Das Anforderungskriterium „Deutsch als Muttersprache“ in einer Stellenausschreibung verstößt gegen § 7 Abs. 1 i.V.m. §§ 1, 11 AGG. Als Muttersprache gilt die in der frühen Kindheit ohne formalen Unterricht erlernte Sprache; der Begriff knüpft damit an die Herkunft einer Person zu einem bestimmten Sprachraum an, die vom Einzelnen nicht beeinflusst werden kann. Mit der Forderung nach „Deutsch als Muttersprache“ werden sämtliche Bewerber, die Deutsch nicht als erste Sprache erworben haben, unabhängig von ihrem tatsächlichen Sprachniveau wegen der Nichtzugehörigkeit zur deutschen Ethnie ausgeschlossen. Das Merkmal der Muttersprache indiziert nur die Herkunft, nicht die sprachliche Kompetenz des Einzelnen. Es gibt keinen Erfahrungssatz, dass Muttersprachler eine Sprache besser beherrschen als Personen, die diese als Fremdsprache erlernt haben (vgl. ArbG Berlin, 11.02.2009 - Az: 55 Ca 16952/08).

Die in der Literatur vertretene Auffassung, „Muttersprachler“ sei wohlwollend im Sinne perfekter Sprachbeherrschung zu interpretieren, überzeugt nicht. Maßgeblich ist der objektive Empfängerhorizont: Ein Bewerber muss das Kriterium so verstehen, wie es im allgemeinen Sprachgebrauch definiert ist.
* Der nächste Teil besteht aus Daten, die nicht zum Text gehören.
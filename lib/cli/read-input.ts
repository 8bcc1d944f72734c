/**
 * The table of the file that the command names: text, or a sheet of a workbook. Every way of not getting it is one sentence.
 */
import { readFileSync, statSync } from 'node:fs';
import { decodeText } from '../series/decode-text';
import { explainProblem } from '../series/explain';
import { MAX_TEXT_LENGTH } from '../series/limits';
import { readGrid, readTable } from '../series/parse-table';
import { isWorkbook, readWorkbook } from '../series/read-workbook';
import type { TableReading, WorkbookSheet } from '../series/types';

export type InputReading =
  | { ok: true; table: TableReading }
  | { ok: false; exit: 'file-unreadable' | 'data-unusable'; message: string };

/** Name of standard input. */
const STANDARD_INPUT = '-';

/** Characters of up to four bytes; a larger file cannot be within the limit of characters. */
const MAX_BYTES = 4 * MAX_TEXT_LENGTH;

/** @param sheet of a workbook; null: the first one with a table */
export async function readInput(file: string, sheet: string | null): Promise<InputReading> {
  const input = readBytes(file);
  if (!input.ok) return { ...input, exit: 'file-unreadable' };
  if (isWorkbook(input.bytes)) return readSheet(input.bytes, sheet);
  if (sheet !== null)
    return {
      ok: false,
      exit: 'data-unusable',
      message: `${file} is no workbook, so it has no sheet “${sheet}”.`,
    };
  return { ok: true, table: readTable(decodeText(input.bytes)) };
}

function readBytes(file: string): { ok: true; bytes: Uint8Array } | { ok: false; message: string } {
  try {
    if (file === STANDARD_INPUT) return { ok: true, bytes: readFileSync(0) };
    const { size } = statSync(file);
    if (size > MAX_BYTES)
      return { ok: false, message: `${file} is too large (${size} bytes; at most ${MAX_BYTES} are read).` };
    return { ok: true, bytes: readFileSync(file) };
  } catch (error) {
    return { ok: false, message: explainSystemError(file, error) };
  }
}

async function readSheet(bytes: Uint8Array, name: string | null): Promise<InputReading> {
  const workbook = await readWorkbook(bytes);
  if (!workbook.ok) {
    const { what, why, tryThis } = explainProblem(workbook.problem);
    return { ok: false, exit: 'data-unusable', message: `${what} ${why} ${tryThis}` };
  }
  const { sheets } = workbook;
  const sheet = name === null ? firstTable(sheets) : sheets.find((one) => one.name === name);
  if (sheet) return { ok: true, table: readGrid(sheet.rows) };
  const names = sheets.map((one) => `“${one.name}”`).join(', ');
  return { ok: false, exit: 'data-unusable', message: `There is no sheet “${name}”; there are ${names}.` };
}

/** The first sheet whose columns can be guessed, else the first one. */
function firstTable(sheets: readonly WorkbookSheet[]): WorkbookSheet | undefined {
  const isTable = (sheet: WorkbookSheet) => {
    const { month, focal, rival } = readGrid(sheet.rows).guess;
    return month !== null && focal !== null && rival !== null;
  };
  return sheets.find(isTable) ?? sheets[0];
}

export function explainSystemError(file: string, error: unknown): string {
  const code = error instanceof Error && 'code' in error ? String(error.code) : 'unknown';
  if (code === 'ENOENT') return `There is no file ${file}.`;
  if (code === 'EISDIR') return `${file} is a folder, not a file.`;
  if (code === 'EACCES' || code === 'EPERM') return `${file} may not be read by this user.`;
  return `${file} could not be read (${code}).`;
}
Eine Auslegung, wonach damit lediglich sehr gute Sprachkenntnisse gefordert werden, scheidet aus, wenn die Stellenausschreibung ausdrücklich „Deutsch als Muttersprache“ verlangt. Sind sehr gute Sprachkenntnisse für eine Tätigkeit erforderlich, ist es dem Arbeitgeber unbenommen, diese als solche in die Ausschreibung aufzunehmen (vgl. BAG, 22.06.2011 - Az: 8 AZR 48/10; LAG Nürnberg, 05.10.2011 - Az: 2 Sa 171/11).